Below, we outline the specifications for the Actor and Critic networks. Both are constructed using Dense models with ReLU activation functions.

For the Actor network's last layer, it's essential to initialize weights within the range of -0.003 to 0.003. This prevents the model from generating initial output values of 1 or -1, which could lead to gradient saturation issues when using the tanh activation function.

In [None]:
def get_actor():
    # Initialize weights between -3e-3 and 3-e3
    last_init = keras.initializers.RandomUniform(minval=-0.003, maxval=0.003)

    inputs = layers.Input(shape=(num_states,))
    out = layers.Dense(256, activation="relu")(inputs)
    out = layers.Dense(256, activation="relu")(out)
    outputs = layers.Dense(1, activation="tanh", kernel_initializer=last_init)(out)

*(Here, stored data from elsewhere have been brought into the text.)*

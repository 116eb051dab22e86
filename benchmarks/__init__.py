"""Benchmarks (not part of the test suite): run ``python -m benchmarks.run``."""
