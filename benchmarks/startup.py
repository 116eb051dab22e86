"""Start-up of the command: ``harmonize --help`` and ``--version`` against a bare ``python -c pass``.

Run from the repository root::

    .venv/bin/python -m benchmarks.startup            # 9 runs of each, medians
    .venv/bin/python -m benchmarks.startup --runs 21 --json benchmarks/startup.json

Each run is a fresh process, as a user or a shell script starts it (the console script in the
virtual environment's bin/, and ``python -m harmonize``). Reported: the median wall time of
each, the time above the bare interpreter (target: under 0.3 s) and the ratio to it. The
ratio depends less on the machine than the seconds do. Not part of the test suite.
"""

from __future__ import annotations

import argparse
import json
import os
import statistics
import subprocess
import sys
import time
from pathlib import Path

TARGET_EXTRA_S = 0.3


#: As a user's shell runs it: byte code cached (a development shell may set PYTHONDONTWRITEBYTECODE).
_ENV = {k: v for k, v in os.environ.items() if k != "PYTHONDONTWRITEBYTECODE"}


def _median_seconds(cmd: list[str], runs: int) -> float:
    times = []
    for _ in range(runs):
        start = time.perf_counter()
        subprocess.run(cmd, stdout=subprocess.DEVNULL, stderr=subprocess.DEVNULL, check=True, env=_ENV)
        times.append(time.perf_counter() - start)
    return statistics.median(times)


def measure(runs: int = 9) -> dict[str, dict[str, float]]:
    """Median seconds of each command, its time above ``python -c pass`` and the ratio to it."""
    python = sys.executable
    script = str(Path(python).parent / "harmonize")
    commands = {
        "python -c pass": [python, "-c", "pass"],
        "harmonize --version": [script, "--version"],
        "harmonize --help": [script, "--help"],
        "python -m harmonize --help": [python, "-m", "harmonize", "--help"],
        "import harmonize.ingest (for scale)": [python, "-c", "import harmonize.ingest"],
    }
    for cmd in commands.values():  # warm the file cache and write the byte code once
        _median_seconds(cmd, 1)
    bare = _median_seconds(commands["python -c pass"], runs)
    out = {}
    for name, cmd in commands.items():
        t = bare if name == "python -c pass" else _median_seconds(cmd, runs)
        out[name] = {"median_s": round(t, 4), "extra_s": round(t - bare, 4), "ratio": round(t / bare, 2)}
    return out


def main() -> None:
    parser = argparse.ArgumentParser(description=__doc__.splitlines()[0])
    parser.add_argument("--runs", type=int, default=9)
    parser.add_argument("--json", type=Path, default=None, help="also write the results to this file")
    ns = parser.parse_args()
    results = measure(ns.runs)
    print("| command | median (s) | above bare python (s) | ratio to bare python |")
    print("|---|---:|---:|---:|")
    for name, r in results.items():
        print(f"| {name} | {r['median_s']:.3f} | {r['extra_s']:+.3f} | {r['ratio']:.2f} |")
    worst = max(results["harmonize --help"]["extra_s"], results["harmonize --version"]["extra_s"])
    verdict = "met" if worst < TARGET_EXTRA_S else "NOT met"
    print(f"\ntarget: --help and --version within {TARGET_EXTRA_S} s of a bare python: {verdict} ({worst:+.3f} s)")
    if ns.json:
        ns.json.write_text(json.dumps({"runs": ns.runs, "results": results, "target_extra_s": TARGET_EXTRA_S},
                                      indent=1) + "\n")


if __name__ == "__main__":
    main()
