"""The floor of an ingest: DuckDB reads the CSV file(s) and writes zstd parquet, nothing else.

Kept apart from :mod:`benchmarks.baselines` so that the measured process imports DuckDB only.
"""

from __future__ import annotations

from pathlib import Path

import duckdb


def duckdb_floor(files: list[Path], out_dir: Path) -> int:
    """CSV -> zstd parquet with DuckDB, nothing else; returns the rows copied."""
    out_dir.mkdir(parents=True, exist_ok=True)
    con = duckdb.connect()
    total = 0
    try:
        for path in files:
            target = out_dir / (path.stem + ".parquet")
            n = con.execute(f"COPY (SELECT * FROM read_csv('{path}')) TO '{target}' "
                            "(FORMAT parquet, COMPRESSION zstd)").fetchall()[0][0]
            total += int(n)
    finally:
        con.close()
    return total


def run_sql(sql_file: Path) -> int:
    """Run one DuckDB statement (e.g. the same-work floor of :mod:`benchmarks.pings_floor`,
    prepared by the parent so that this process imports DuckDB only); returns its row count."""
    con = duckdb.connect()
    try:
        con.execute("SET TimeZone = 'UTC'")
        return int(con.execute(sql_file.read_text()).fetchall()[0][0])
    finally:
        con.close()


def netcdf_floor(path: Path, variable: str, block: int = 50) -> int:
    """Read every value of a (time, lat, lon) variable once, block by block; returns the count."""
    import netCDF4
    import numpy as np

    total = 0
    with netCDF4.Dataset(path) as nc:
        var = nc.variables[variable]
        var.set_auto_maskandscale(False)
        checksum = 0
        for t0 in range(0, var.shape[0], block):
            data = var[t0:t0 + block]
            checksum += int(np.count_nonzero(data != var._FillValue))
            total += data.size
    return total


def gridded_floor(study_dir: Path, path: Path, variable: str, out: Path, chunk_mb: float = 64.0) -> int:
    """The same work as a gridded ingest of a packed (time, lat, lon) field, done directly.

    Reads the packed integers block by block (netCDF4, no decoding), masks fill values and
    values outside the variable's plausible range on the stored integers, sums the stored
    integers per pixel and month (a reduction along time), unpacks the per-pixel sums
    (sum x = scale x sum r + offset x n, then kelvin to degC) and takes one sparse
    pixels-to-cells product per month (scipy.sparse) for the area-weighted sums. Pixel
    geometry (window, areas, domain test, cells) comes from harmonize's own functions: it
    is computed once per grid, not per value. Writes period start, cell_id, value (degC,
    area-weighted mean), effort (valid pixel area per time step, km2) and n to ``out``
    (parquet) and returns the rows, for :func:`check_gridded_floor`.
    """
    import math

    import netCDF4
    import numpy as np
    import pyarrow as pa
    import pyarrow.parquet as pq
    from scipy import sparse

    from harmonize.gridded.area import axis_bounds, regular_pixel_area_km2
    from harmonize.gridded.cf import CANONICAL_VARIABLES
    from harmonize.study import load_study
    from harmonize.tagging import Grid, inside_domain, normalise_lon
    from harmonize.units import conversion as unit_conversion

    study = load_study(study_dir)
    with netCDF4.Dataset(path) as nc:
        var = nc.variables[variable]
        var.set_auto_maskandscale(False)
        lat = np.asarray(nc.variables["lat"][:], np.float64)
        lon = np.asarray(nc.variables["lon"][:], np.float64)
        days = np.asarray(nc.variables["time"][:], np.float64)  # "days since 2000-01-01", standard calendar
        fill = var._FillValue
        scale, offset = float(var.scale_factor), float(var.add_offset)
        to_canonical = unit_conversion("temperature", var.units)
        # the window of rows and columns that can reach the domain (as the adapter reads it)
        lat_lo, lat_hi = axis_bounds(lat)
        lon_lo, lon_hi = axis_bounds(lon)
        xmin, ymin, xmax, ymax = study.domain.bounds
        pad_y, pad_x = float(np.nanmax(np.abs(lat_hi - lat_lo))), float(np.nanmax(np.abs(lon_hi - lon_lo)))
        lon_n = normalise_lon(lon)
        rows = np.flatnonzero((lat >= ymin - pad_y) & (lat <= ymax + pad_y))
        cols = np.flatnonzero((lon_n >= xmin - pad_x) & (lon_n <= xmax + pad_x))
        y0, y1, x0, x1 = int(rows.min()), int(rows.max()) + 1, int(cols.min()), int(cols.max()) + 1
        g_lon, g_lat = np.meshgrid(lon_n[x0:x1], lat[y0:y1])
        area = regular_pixel_area_km2(lat_lo[y0:y1], lat_hi[y0:y1], lon_lo[x0:x1], lon_hi[x0:x1]).ravel()
        inside = np.flatnonzero(inside_domain(study.domain, g_lon.ravel(), g_lat.ravel()) & (area > 0))
        ix, iy = Grid(study.crs, study.cell_size_km).indices(g_lon.ravel()[inside], g_lat.ravel()[inside])
        cx0, cy0, span_y = int(ix.min()), int(iy.min()), int(iy.max() - iy.min()) + 1
        keys, pixel_cell = np.unique((ix - cx0) * span_y + (iy - cy0), return_inverse=True)
        cells = np.stack([keys // span_y + cx0, keys % span_y + cy0], axis=1)
        to_cells = sparse.csr_matrix((np.ones(inside.size), (pixel_cell.ravel(), np.arange(inside.size))),
                                     shape=(len(cells), inside.size))
        w = area[inside]
        # plausible values of the canonical variable, as stored integers
        lo, hi = CANONICAL_VARIABLES["sea_surface_temperature"].plausible
        c_scale, c_offset = to_canonical
        r_lo = math.ceil(((lo - c_offset) / c_scale - offset) / scale)
        r_hi = math.floor(((hi - c_offset) / c_scale - offset) / scale)
        # months of the time steps
        stamp = np.datetime64("2000-01-01T00:00:00", "s") + np.round(days * 86400).astype("timedelta64[s]")
        month_key = stamp.astype("datetime64[M]").astype(np.int64)  # months since 1970-01
        n_win = (y1 - y0) * (x1 - x0)
        steps_per_block = max(1, int(chunk_mb * 2**20 // (n_win * 16)))
        sums: dict[int, tuple[np.ndarray, np.ndarray]] = {}
        for t0 in range(0, var.shape[0], steps_per_block):
            t1 = min(t0 + steps_per_block, var.shape[0])
            raw = var[t0:t1, y0:y1, x0:x1].reshape(t1 - t0, -1)
            ok = (raw != fill) & (raw >= r_lo) & (raw <= r_hi)
            keys = month_key[t0:t1]
            for key in np.unique(keys).tolist():
                sel = keys == key
                r = np.where(ok[sel], raw[sel], 0).sum(axis=0, dtype=np.int64)[inside]
                n = ok[sel].sum(axis=0)[inside]
                if key in sums:
                    sums[key] = (sums[key][0] + r, sums[key][1] + n)
                else:
                    sums[key] = (r, n)
    steps = dict(zip(*np.unique(month_key, return_counts=True), strict=True))
    out_cols: dict[str, list] = {"period_start": [], "cell_id": [], "value": [], "effort": [], "n": []}
    for key, (r, n) in sorted(sums.items()):
        x = (scale * r + offset * n) * c_scale + c_offset * n  # sum of the unpacked values, degC
        sum_w, sum_wx, count = (to_cells @ np.stack([w * n, w * x, n.astype(np.float64)], axis=1)).T
        hit = np.flatnonzero(count > 0)
        out_cols["period_start"].append(np.full(hit.size, np.datetime64(int(key), "M").astype("datetime64[us]")))
        out_cols["cell_id"].append(np.char.add(np.char.add("x", cells[hit, 0].astype(str)),
                                               np.char.add("_y", cells[hit, 1].astype(str))))
        out_cols["value"].append(sum_wx[hit] / sum_w[hit])
        out_cols["effort"].append(sum_w[hit] / steps[key])
        out_cols["n"].append(count[hit].astype(np.int64))
    table = pa.table({k: np.concatenate(v) for k, v in out_cols.items()})
    pq.write_table(table, out)
    return table.num_rows


def check_gridded_floor(store_dir: Path, floor_file: Path, rtol: float = 1e-9) -> dict[str, int]:
    """Rows of the floor's output and of the store's gridded rows, and how many differ."""
    con = duckdb.connect()
    try:
        con.execute(f"SET file_search_path = '{store_dir}'")
        con.execute(f"ATTACH '{store_dir / 'harmonized.duckdb'}' AS s (READ_ONLY)")
        h = "(SELECT cell_id, CAST(timezone('UTC', event_start) AS TIMESTAMP) AS period_start, value, effort, " \
            "n_values AS n FROM s.observations WHERE source_kind = 'gridded')"
        f = f"read_parquet('{floor_file}')"
        n_h = con.execute(f"SELECT count(*) FROM {h}").fetchall()[0][0]
        n_f = con.execute(f"SELECT count(*) FROM {f}").fetchall()[0][0]
        differ = con.execute(f"""
            SELECT count(*) FROM {h} h FULL JOIN {f} f USING (cell_id, period_start)
            WHERE h.n IS DISTINCT FROM f.n
               OR NOT (abs(h.value - f.value) <= {rtol} * abs(f.value))
               OR NOT (abs(h.effort - f.effort) <= {rtol} * abs(f.effort))""").fetchall()[0][0]
    finally:
        con.close()
    return {"harmonize_rows": int(n_h), "floor_rows": int(n_f), "rows_differing": int(differ)}
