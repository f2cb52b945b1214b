'use server';

import { revalidatePath } from 'next/cache';
import { getInvitationWithSession } from '@/db/queries/invitation-records';
import { resetCalendarToken } from '@/db/queries/calendar-feed';
import { requireMember, requireUser } from '@/lib/auth';
import { notFound, parseOrThrow, type ActionState } from '@/lib/errors';
import { action } from '@/lib/http';
import { answerOwnInvitation } from '@/lib/invitations/reply';
import { answerInvitationSchema, invitationIdSchema } from '@/lib/validations/invitation';

/** A member answers their own invitation from My runs (the e-mail's reply links stop working). */
export const answerInvitation = action(['id', 'state', 'form'], async (invitationId, _prev, formData): Promise<ActionState> => {
  const user = await requireUser();
  const id = parseOrThrow(invitationIdSchema, invitationId);
  const found = getInvitationWithSession(id);
  if (!found || found.invitation.userId !== user.id) throw notFound('That invitation');
  await requireMember(found.session.railwayId, 'operator', 'answer invitations');
  const { answer } = parseOrThrow(answerInvitationSchema, { answer: formData.get('answer') });
  answerOwnInvitation({ userId: user.id, invitationId: id, answer });
  revalidatePath('/my-runs');
  return { ok: true, message: 'Answer saved.' };
});

/** Gives the signed-in user a new calendar feed address; the old one stops working at once. */
export const resetCalendarFeed = action(['state', 'form'], async (_prev, _formData): Promise<ActionState> => {
  const user = await requireUser();
  resetCalendarToken(user.id);
  revalidatePath('/my-runs');
  return { ok: true, message: 'New feed address made. The old one no longer works: subscribe again with the new one.' };
});
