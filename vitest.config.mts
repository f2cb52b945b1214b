import { fileURLToPath } from 'node:url';
import { defineConfig, type TestProjectInlineConfiguration } from 'vitest/config';

// Stryker's coverage run instruments every line; the property tests then outlast Vitest's 5 s default.
// Stryker times each mutant out itself (stryker.config.mjs).
const underStryker = process.env.STRYKER_MUTATOR_WORKER !== undefined;

// Under Stryker (npm run test:mutation, which sets STRYKER_MUTATOR_WORKER in its test runners) the
// tests that start child processes are left out: the children load the source from disk, not the
// mutated copy in memory, so they can kill no mutant and only cost time on a 2-core machine.
const childProcessTests = !underStryker ? [] : ['tests/integration/crash-and-concurrency.test.ts', 'tests/integration/backup.test.ts'];

// Pure folders (lib/planning, lib/validations, …; the list is in lib/cli/mutation.mjs) are tested by the
// unit project; their mutation runs (FISHPLATE_MUTATION_UNIT_ONLY=1) leave the integration project out,
// which reaches them only through the app. The engine's run also leaves out the control tests, whose
// random plans take long and test lib/control.
const unitOnly = process.env.FISHPLATE_MUTATION_UNIT_ONLY === '1';
const engineRun = process.env.FISHPLATE_MUTATION_FOLDER === 'planning';
// --property-runs <fraction> (lib/cli/mutation.mjs): every property test runs that fraction of its cases.
const fewerPropertyRuns = underStryker && process.env.FISHPLATE_MUTATION_PROPERTY_RUNS !== undefined;

const unit: TestProjectInlineConfiguration = {
  extends: true,
  test: {
    name: 'unit',
    include: ['tests/unit/**/*.test.ts'],
    exclude: ['**/node_modules/**', ...(engineRun ? ['tests/unit/control/**'] : [])],
    environment: 'node',
    ...(underStryker ? { testTimeout: 120_000, setupFiles: ['tests/shared/mutation-setup.ts'] } : {}),
  },
};

const integration: TestProjectInlineConfiguration = {
  extends: true,
  test: {
    name: 'integration',
    include: ['tests/integration/**/*.test.ts'],
    exclude: ['**/node_modules/**', ...childProcessTests],
    environment: 'node',
    setupFiles: ['tests/integration/setup.ts', ...(underStryker ? ['tests/shared/mutation-setup.ts'] : [])],
    pool: 'forks',
    fileParallelism: false,
    testTimeout: 30_000,
    hookTimeout: 60_000,
  },
};

export default defineConfig({
  resolve: {
    tsconfigPaths: true,
    alias: [
      { find: 'server-only', replacement: fileURLToPath(new URL('./tests/stubs/empty.ts', import.meta.url)) },
      ...(fewerPropertyRuns ? [{ find: /^fast-check$/, replacement: fileURLToPath(new URL('./tests/shared/fast-check-fewer-runs.ts', import.meta.url)) }] : []),
    ],
  },
  test: {
    projects: unitOnly ? [unit] : [unit, integration],
  },
});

    # Our upper bound is 2.0 for Pendulum.
    outputs = outputs * upper_bound
    model = keras.Model(inputs, outputs)
    return model
def get_critic():
    # State as input
    state_input = layers.Input(shape=(num_states,))
    state_out = layers.Dense(16, activation="relu")(state_input)
    state_out = layers.Dense(32, activation="relu")(state_out)

    # Action as input
    action_input = layers.Input(shape=(num_actions,))
    action_out = layers.Dense(32, activation="relu")(action_input)

    # Both are passed through seperate layer before concatenating
    concat = layers.Concatenate()([state_out, action_out])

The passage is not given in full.